UnicodeDecodeError: 'utf-8' codec can't decode byte 0xe9 in position 0: invalid continuation byte
I have a pandas dataframe, which I import as latin-1, I get a specific column, which contains a url, use re.findall to get a hex code from the url. I remove the 0x part and I get a correct hex code. However upon trying bytes.fromhex(hex).decode('utf-8'), I get a continuation byte error.
import re
import pandas as pd
import codecs
import binascii
df = pd.read_csv(file, encoding='latin-1', low_memory=False)
urls = df['g_maps_claimed']
def hex_to_string(hex):
if hex[:3] == ':0x':
hex = hex[3:].lower()
print("Corrected1:",hex)
elif hex[:2] == '0x':
hex = hex[2:].lower()
print("Corrected2:",hex)
print(len(hex))
# hex = hex.encode('utf-8').decode('latin-1')
# string_value = codecs.decode(hex, 'hex').decode('utf-8')
ascii_data = binascii.unhexlify(hex).decode('utf-8') #Takes one line from line and converts it to ASCII
print(ascii_data) #Prints the ascii on screen
# string_value = bytes.fromhex(hex).decode('utf-8') #<--ERROR!

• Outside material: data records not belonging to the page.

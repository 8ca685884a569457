import { existsSync } from 'node:fs';
import type { Page } from 'playwright-core';
import type { Sequelize } from 'sequelize';
import { afterAll, afterEach, beforeAll, beforeEach, describe, expect, inject, it } from 'vitest';
import { sumMoney } from '../../calc/economics/money.js';
import { startJobs, stopJobs } from '../../server/jobs/index.js';
import { connectDatabase } from '../../server/lib/database.js';
import type { JobOutput, ScreeningResult } from '../../server/shared/screening.js';
import { baseUrl, field, launchBrowser, screenshot, signInThroughPage, type Browser } from '../support/browser.js';

// The e2e server runs no job runner; this process plays a second app instance that takes the
// screening job from the shared PostgreSQL queue (as DESIGN.md's several instances would).
let sequelize: Sequelize;
beforeAll(async () => {
  sequelize = connectDatabase(inject('e2eDatabaseUrl'), { poolMax: 4 });
  await startJobs({ pollMs: 300 });
});
afterAll(async () => {
  await stopJobs();
  await sequelize.close();
});

let browser: Browser;
beforeEach(async () => {
  browser = await launchBrowser({ width: 1280, height: 900 });
});
afterEach(async () => browser.close());

async function apiGet<T>(page: Page, path: string): Promise<T> {
  return page.evaluate(async (url) => (await fetch(url, { headers: { Accept: 'application/json' } })).json(), path) as Promise<T>;
}

describe('Site screening', () => {
  it('an engineer screens the dairy under a budget, watches the progress reach 100 %, reads the totals and creates proposals', async () => {
    const { page } = browser;
    await signInThroughPage(page, 'engineer@kestrel.example');
    await page.getByTestId('overview-total-motors').waitFor();
    const sites = await apiGet<{ items: { id: number; name: string }[] }>(page, '/api/sites');
    const dairy = sites.items.find((site) => site.name.includes('Dairy'))!;
    expect(dairy).toBeDefined();

    await page.goto(`${baseUrl()}/screening?siteId=${dairy.id}`);
    await field(page, 'screening-budget').fill('20000');
    await page.getByTestId('screening-start').click();
    await page.getByTestId('screening-progress').waitFor();
    await page.waitForURL(/jobId=\d+/);
    const jobId = Number(new URL(page.url()).searchParams.get('jobId'));
    await expect.poll(() => page.getByTestId('screening-progress-value').innerText(), { timeout: 120_000 }).toBe('100 %');
    await page.getByTestId('screening-totals').waitFor();

    const job = await apiGet<JobOutput>(page, `/api/jobs/${jobId}`);
    expect(job.status).toBe('done');
    const result = job.result as ScreeningResult;
    expect(result.budget).toBe(20000);
    const selected = result.rows.filter((row) => row.selected);
    expect(selected.length).toBeGreaterThan(0);
    expect(sumMoney(selected.map((row) => row.capex))).toBeLessThanOrEqual(20000);
    // The page's totals are those of the budget's selection, as the server added them.
    const total = async (key: string) => Number(await page.getByTestId(`screening-total-${key}`).getAttribute('data-value'));
    expect(await total('capex')).toBe(result.totals.capex);
    expect(await total('npv')).toBe(result.totals.npv);
    expect(await total('cost')).toBe(result.totals.costSaved);
    expect(await total('energy')).toBeCloseTo(result.totals.annualKwhSaved, 0);
    expect(await page.getByTestId('screening-table').locator('td[data-selected="yes"]').count()).toBe(Math.min(selected.length, 25));

    // A reload keeps the job (its id is in the URL).
    await page.reload();
    await page.getByTestId('screening-totals').waitFor();
    expect(await total('capex')).toBe(result.totals.capex);

    const proposals = page.waitForResponse((response) => response.url().endsWith(`/api/screenings/${jobId}/proposals`));
    await page.getByTestId('screening-propose').click();
    const answer = await proposals;
    expect(answer.status()).toBe(201);
    const created = (await answer.json()) as { created: number; alreadyProposed: number };
    expect(created.created + created.alreadyProposed).toBe(selected.filter((row) => row.optionCode !== null).length);
    await expect.poll(() => page.locator('.q-notification').innerText(), { timeout: 20_000 }).toContain('retrofit proposal');

    const path = await screenshot(page, 'screening-dairy-budget');
    expect(existsSync(path)).toBe(true);
    expect(browser.problems.filter((problem) => /Content Security Policy|Refused to/.test(problem))).toEqual([]);
  }, 240_000);
});
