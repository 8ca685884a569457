/**
 * Time-domain simulation of a star-connected BLDC on its six-step inverter: fixed-step RK4 on a
 * nominal grid, with every switching instant (Hall commutation, a freewheeling diode's current
 * reaching zero, a floating phase reaching a rail, a hysteresis threshold, a PWM edge, a load step)
 * located inside its step and stepped to exactly, so the solution keeps its fourth order across
 * the discontinuities of the inverter.
 *
 * References:
 * [1] P. Pillay, R. Krishnan, "Modeling, simulation, and analysis of permanent-magnet motor drives,
 *     Part II: The brushless DC motor drive", IEEE Trans. Industry Applications 25(2), 1989, 274–279.
 * [2] R. Krishnan, Electric Motor Drives: Modeling, Analysis, and Control, Prentice Hall, 2001, ch. 9.
 * [3] E. Hairer, S. P. Nørsett, G. Wanner, Solving Ordinary Differential Equations I, 1993, §II.6
 *     (discontinuities: integrate to the switching point, then restart).
 */
import type { BldcSimulationParams } from '../contracts.js';
import { CalcInputError, requireInRange, requireNonNegative, requirePositive } from '../errors.js';
import { PiController, defaultGains, rampedReference, type ControllerGains } from './controller.js';
import { locateEvent } from './integrator.js';
import {
  FIRST_BOUNDARY_RAD,
  LEG_DIODE_HIGH,
  LEG_DIODE_LOW,
  LEG_HIGH,
  LEG_LOW,
  LEG_OPEN,
  SECTOR_HIGH_LEG,
  SECTOR_LOW_LEG,
  SECTOR_RAD,
  hallSector,
  legFactor,
  offLegMode,
  sectorCount,
} from './inverter.js';
import { LOAD_CONSTANT, createLoadState, type LoadInput, type LoadState } from './load.js';
import {
  AUX_EMF,
  AUX_INPUT_POWER,
  AUX_LOAD_TORQUE,
  AUX_PHASE_V,
  AUX_SIZE,
  AUX_TERMINAL_V,
  AUX_TORQUE,
  BldcModel,
  DYNAMIC_STATE_SIZE,
  S_ANGLE,
  S_CURRENT_A,
  S_DC_BUS,
  S_ENERGY_COPPER,
  S_ENERGY_FRICTION,
  S_ENERGY_IN,
  S_ENERGY_LOAD,
  S_SPEED,
  STATE_SIZE,
  effectiveInductance,
  electricalTimeConstant,
  halfTransitionFromFlatTop,
  shapeTableFrom,
  validateSimulationParams,
} from './model.js';
import { runToEnd, type ProgressOptions, type SteppedRun } from './progress.js';
import { DEFAULT_STEADY_WINDOW_FRACTION, SummaryTracker, createSeries, type SimulationSeries, type SimulationSummary } from './summary.js';

/** Integration step when the caller gives none [s]. */
export const DEFAULT_STEP_S = 1e-6;
/** Largest step as a fraction of the electrical time constant (L − M)/R and of R_s·C [-] (accuracy of RK4; common practice). */
export const MAX_STEP_FRACTION_OF_TIME_CONSTANT = 0.1;
/** Most grid steps one run may take [-] (guard against a run that would not end in reasonable time). */
export const MAX_SIMULATION_STEPS = 50_000_000;
/** Points of the decimated output when the caller gives none [-]. */
export const DEFAULT_OUTPUT_POINTS = 2000;
/** Bounds on the output points [-] (memory stays bounded whatever the duration). */
export const MIN_OUTPUT_POINTS = 10;
export const MAX_OUTPUT_POINTS = 200_000;
/** Sampling period of the speed and current controllers [s] (a 20 kHz digital drive; common practice). */
export const DEFAULT_CONTROL_PERIOD_S = 50e-6;
/** PWM carrier frequency of the switched mode [Hz] (common practice for small drives). */
export const DEFAULT_PWM_FREQUENCY_HZ = 20_000;
/** Speed ramp time as a share of the run when the caller gives none [-] (common practice, no source). */
export const DEFAULT_RAMP_FRACTION_OF_DURATION = 0.25;
/** Hysteresis band as a share of the current limit [-] (common practice, no source). */
export const DEFAULT_HYSTERESIS_BAND_FRACTION = 0.05;
/** Series resistance of the supply and rectifier diodes when the caller gives none [Ω] (value from memory). */
export const DEFAULT_SOURCE_RESISTANCE_OHM = 0.05;
/** Switching events one grid step may contain before the run stops with an error [-] (guard). */
export const MAX_EVENTS_PER_STEP = 64;

const RPM_TO_RAD_S = (2 * Math.PI) / 60;

export type PwmMode = 'averaged' | 'switched';
export type CurrentControl = 'pi' | 'hysteresis';

/** DC-link supply: a stiff bus at params.dcBusV, or a six-pulse diode rectifier with a DC-link capacitor. */
export type SupplyInput =
  | { kind: 'dc' }
  | { kind: 'rectifier'; lineVoltageV: number; frequencyHz: number; capacitanceF: number; sourceResistanceOhm?: number };

/** Everything a run needs. Units in the names; see the README section for defaults. */
export interface SimulationInput {
  params: BldcSimulationParams;
  load: LoadInput;
  /** Set speed of the PI speed loop [rpm]; without it the drive applies the full bus (no speed loop). */
  setSpeedRpm?: number;
  /** Time of the speed reference ramp from 0 to set speed [s]; default DEFAULT_RAMP_FRACTION_OF_DURATION × durationS. */
  speedRampS?: number;
  /** Current limit on the peak phase current [A]; without it no limit. */
  currentLimitA?: number;
  /** How the current is held to its reference: sampled PI on the duty, or hysteresis on the upper switch. */
  currentControl?: CurrentControl;
  /** Width of the hysteresis band [A]; default DEFAULT_HYSTERESIS_BAND_FRACTION × currentLimitA. */
  hysteresisBandA?: number;
  /** PWM of the upper switch: averaged (the leg applies duty × V_dc) or switched at frequencyHz. */
  pwm?: { mode: PwmMode; frequencyHz?: number };
  controlPeriodS?: number;
  gains?: Partial<ControllerGains>;
  supply?: SupplyInput;
  durationS: number;
  stepS?: number;
  outputPoints?: number;
  /** Share of the run at its end used for ripple and efficiency [-]. */
  steadyWindowFraction?: number;
  /** Initial mechanical rotor angle [rad]; default 0 (phase a back-EMF rising zero crossing). */
  initialAngleRad?: number;
}

/** Counters of a run. */
export interface SimulationStats {
  steps: number;
  stepS: number;
  stateEvents: number;
  timeEvents: number;
  controlPeriodS: number;
  gains: ControllerGains;
}

export interface SimulationResult {
  summary: SimulationSummary;
  series: SimulationSeries;
  stats: SimulationStats;
  /** What was defaulted and assumed, for the report. */
  assumptions: string[];
}

/** The input with every default resolved and every rule checked. */
interface ResolvedInput {
  params: BldcSimulationParams;
  load: LoadState;
  stepAtTimeS: number | null;
  stepAtSpeedRadS: number | null;
  totalInertiaKgM2: number;
  setSpeedRadS: number | null;
  rampS: number;
  currentLimitA: number;
  hysteresis: boolean;
  bandA: number;
  switched: boolean;
  pwmPeriodS: number;
  controlEvery: number;
  controlPeriodS: number;
  gains: ControllerGains;
  rectifier: null | { peakLineV: number; angularFrequency: number; capacitanceF: number; sourceResistanceOhm: number };
  durationS: number;
  stepS: number;
  steps: number;
  recordEvery: number;
  capacity: number;
  windowStartS: number;
  initialAngleRad: number;
  assumptions: string[];
}

/**
 * Checks a simulation input and fills the defaults; throws CalcInputError naming the field.
 * @param input the run's input
 * @param paramsField name of the parameters in error messages ("params" or "design.simulationParams")
 */
export function resolveSimulationInput(input: SimulationInput, paramsField = 'params'): ResolvedInput {
  const params = input.params;
  validateSimulationParams(params, paramsField);
  const assumptions: string[] = [];
  requirePositive('durationS', input.durationS);
  const stepS = input.stepS ?? DEFAULT_STEP_S;
  if (input.stepS === undefined) assumptions.push(`step ${DEFAULT_STEP_S} s (DEFAULT_STEP_S)`);
  requirePositive('stepS', stepS);
  const timeConstant = electricalTimeConstant(params);
  const maxStep = MAX_STEP_FRACTION_OF_TIME_CONSTANT * timeConstant;
  if (stepS > maxStep) {
    throw new CalcInputError('stepS', `must be at most ${maxStep.toPrecision(3)} s, a tenth of the electrical time constant (L − M)/R = ${timeConstant.toPrecision(3)} s`);
  }
  const steps = Math.round(input.durationS / stepS);
  if (steps < 1) throw new CalcInputError('stepS', 'must not exceed durationS');
  if (steps > MAX_SIMULATION_STEPS) throw new CalcInputError('stepS', `gives ${steps} steps; at most ${MAX_SIMULATION_STEPS} are allowed (shorten durationS or lengthen stepS)`);

  const { state: load, stepAtTimeS, stepAtSpeedRadS } = createLoadState(input.load, input.setSpeedRpm);
  let stepTime = stepAtTimeS;
  if (input.load.kind === 'step' && stepTime === null && stepAtSpeedRadS === null) {
    stepTime = input.durationS / 2;
    assumptions.push('load step at half the run (no atTimeS or atSpeedRpm given)');
  }
  const totalInertiaKgM2 = params.inertiaKgM2 + (input.load.inertiaKgM2 ?? 0);

  let setSpeedRadS: number | null = null;
  let rampS = 0;
  if (input.setSpeedRpm !== undefined) {
    requirePositive('setSpeedRpm', input.setSpeedRpm);
    setSpeedRadS = input.setSpeedRpm * RPM_TO_RAD_S;
    rampS = input.speedRampS ?? DEFAULT_RAMP_FRACTION_OF_DURATION * input.durationS;
    if (input.speedRampS === undefined) assumptions.push(`speed ramp ${rampS} s (a quarter of the run)`);
    requireNonNegative('speedRampS', rampS);
  }
  let currentLimitA = Infinity;
  if (input.currentLimitA !== undefined) {
    requirePositive('currentLimitA', input.currentLimitA);
    currentLimitA = input.currentLimitA;
  }
  const hysteresis = input.currentControl === 'hysteresis';
  let bandA = 0;
  if (hysteresis) {
    if (!Number.isFinite(currentLimitA) && setSpeedRadS === null) {
      throw new CalcInputError('currentControl', 'hysteresis needs currentLimitA or setSpeedRpm');
    }
    bandA = input.hysteresisBandA ?? DEFAULT_HYSTERESIS_BAND_FRACTION * (Number.isFinite(currentLimitA) ? currentLimitA : 1);
    requirePositive('hysteresisBandA', bandA);
  }
  const switched = !hysteresis && input.pwm?.mode === 'switched';
  let pwmPeriodS = Infinity;
  if (switched) {
    const frequency = input.pwm?.frequencyHz ?? DEFAULT_PWM_FREQUENCY_HZ;
    requirePositive('pwm.frequencyHz', frequency);
    if (frequency * 2 * stepS > 1) throw new CalcInputError('pwm.frequencyHz', `must be at most 1/(2·stepS) = ${(1 / (2 * stepS)).toPrecision(3)} Hz`);
    pwmPeriodS = 1 / frequency;
  }
  const requestedControlPeriod = input.controlPeriodS ?? DEFAULT_CONTROL_PERIOD_S;
  requirePositive('controlPeriodS', requestedControlPeriod);
  const controlEvery = Math.max(1, Math.round(requestedControlPeriod / stepS));
  const controlPeriodS = controlEvery * stepS;

  let rectifier: ResolvedInput['rectifier'] = null;
  const supply = input.supply;
  if (supply !== undefined && supply.kind === 'rectifier') {
    requirePositive('supply.lineVoltageV', supply.lineVoltageV);
    requirePositive('supply.frequencyHz', supply.frequencyHz);
    requirePositive('supply.capacitanceF', supply.capacitanceF);
    const sourceResistanceOhm = supply.sourceResistanceOhm ?? DEFAULT_SOURCE_RESISTANCE_OHM;
    requirePositive('supply.sourceResistanceOhm', sourceResistanceOhm);
    const linkTimeConstant = sourceResistanceOhm * supply.capacitanceF;
    if (stepS > MAX_STEP_FRACTION_OF_TIME_CONSTANT * linkTimeConstant) {
      throw new CalcInputError('stepS', `must be at most ${(MAX_STEP_FRACTION_OF_TIME_CONSTANT * linkTimeConstant).toPrecision(3)} s, a tenth of the DC-link time constant R_s·C`);
    }
    rectifier = { peakLineV: Math.SQRT2 * supply.lineVoltageV, angularFrequency: 2 * Math.PI * supply.frequencyHz, capacitanceF: supply.capacitanceF, sourceResistanceOhm };
    if (supply.sourceResistanceOhm === undefined) assumptions.push(`supply resistance ${DEFAULT_SOURCE_RESISTANCE_OHM} Ω`);
    assumptions.push('DC link pre-charged to the peak line-to-line voltage');
  }

  const inductance = effectiveInductance(params.phaseInductanceH, params.mutualInductanceH);
  const nominalBus = rectifier === null ? params.dcBusV : rectifier.peakLineV;
  const gains = { ...defaultGains(params.phaseResistanceOhm, inductance, params.backEmfConstantVsPerRad, totalInertiaKgM2, nominalBus, controlPeriodS), ...input.gains };
  for (const [name, value] of Object.entries(gains)) requireNonNegative(`gains.${name}`, value);
  if (input.gains === undefined && (setSpeedRadS !== null || Number.isFinite(currentLimitA))) {
    assumptions.push('controller gains from the equivalent DC motor (pole–zero cancellation, symmetric optimum)');
  }

  const outputPoints = input.outputPoints ?? DEFAULT_OUTPUT_POINTS;
  if (!Number.isInteger(outputPoints)) throw new CalcInputError('outputPoints', 'must be an integer');
  requireInRange('outputPoints', outputPoints, MIN_OUTPUT_POINTS, MAX_OUTPUT_POINTS);
  const recordEvery = Math.max(1, Math.ceil(steps / (outputPoints - 1)));
  const capacity = Math.floor(steps / recordEvery) + 2;
  const windowFraction = input.steadyWindowFraction ?? DEFAULT_STEADY_WINDOW_FRACTION;
  requireInRange('steadyWindowFraction', windowFraction, 0.001, 1);
  const initialAngleRad = input.initialAngleRad ?? 0;
  if (!Number.isFinite(initialAngleRad)) throw new CalcInputError('initialAngleRad', 'must be a finite number');
  if (params.backEmfShape === undefined && params.flatTopElectricalDeg !== 120) {
    assumptions.push('trapezoid corners that do not fall on commutations are stepped over (local order loss)');
  }

  return {
    params,
    load,
    stepAtTimeS: stepTime,
    stepAtSpeedRadS,
    totalInertiaKgM2,
    setSpeedRadS,
    rampS,
    currentLimitA,
    hysteresis,
    bandA,
    switched,
    pwmPeriodS,
    controlEvery,
    controlPeriodS,
    gains,
    rectifier,
    durationS: steps * stepS,
    stepS,
    steps,
    recordEvery,
    capacity,
    windowStartS: steps * stepS * (1 - windowFraction),
    initialAngleRad,
    assumptions,
  };
}
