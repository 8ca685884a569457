import { existsSync } from 'node:fs';
import { afterEach, beforeEach, describe, expect, it } from 'vitest';
import { baseUrl, launchBrowser, screenshot, signInThroughPage, type Browser } from '../support/browser.js';

let browser: Browser;
beforeEach(async () => {
  browser = await launchBrowser();
});
afterEach(async () => browser.close());

const DEMO_ROLES = ['admin', 'engineer', 'approver', 'viewer'] as const;

describe('signing in', () => {
  it.each(DEMO_ROLES)('the demo %s signs in and sees the Overview with real counts', async (role) => {
    const { page } = browser;
    await signInThroughPage(page, `${role}@kestrel.example`);
    await page.getByTestId('overview-total-motors').waitFor();
    expect(await page.getByTestId('overview-total-sites').innerText()).toContain('3');
    const motors = Number((await page.getByTestId('overview-total-motors').innerText()).replace(/\D/g, ''));
    expect(motors).toBeGreaterThanOrEqual(140);
    expect(await page.locator('header').innerText()).toContain('Kestrel Valley Foods');
    // Team is an admin's screen only.
    expect(await page.getByTestId('nav-team').count()).toBe(role === 'admin' ? 1 : 0);
    const path = await screenshot(page, `overview-${role}`);
    expect(existsSync(path)).toBe(true);
    expect(browser.problems.filter((problem) => /Content Security Policy|Refused to/.test(problem))).toEqual([]);
  });

  it('shows a clear message for a wrong password', async () => {
    const { page } = browser;
    await signInThroughPage(page, 'viewer@kestrel.example', 'not the password');
    await expect.poll(async () => page.locator('body').innerText()).toContain('The e-mail or the password is wrong.');
  });

  it('sends an anonymous visitor of a deep link to sign-in', async () => {
    const { page } = browser;
    await page.goto(`${baseUrl()}/sites`);
    await page.getByTestId('signin-email').waitFor();
    expect(page.url()).toContain('/sign-in');
  });
});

# print("String value:",string_value)
# return string_value
for url in urls:
try:
hexadecimal_id = re.findall(':0x[A-Z0-9]*', url)[0]
except:
try:
hexadecimal_id = ''
except TypeError as error:
print(error, url)
print("Hexadecimal_id:",hexadecimal_id)
hex_to_string(hexadecimal_id)
# ascii_data = binascii.unhexlify(hex) #Takes one line from line and converts it to ASCII
# print ascii_data #Prints the ascii on screen
I've tried using both latin-1 encoding and ISO-8859-1 both producing the same error. UnicodeDecodeError: 'utf-8' codec can't decode byte 0xe9 in position 0: invalid continuation byte.
Example of what I get: Hexadecimal_id: :0xE91DF6E4F947252C Corrected1: e91df6e4f947252c It has a string class.
I tried looking over other answers, but didn't find anything that would work for me. Any help would be appreciated!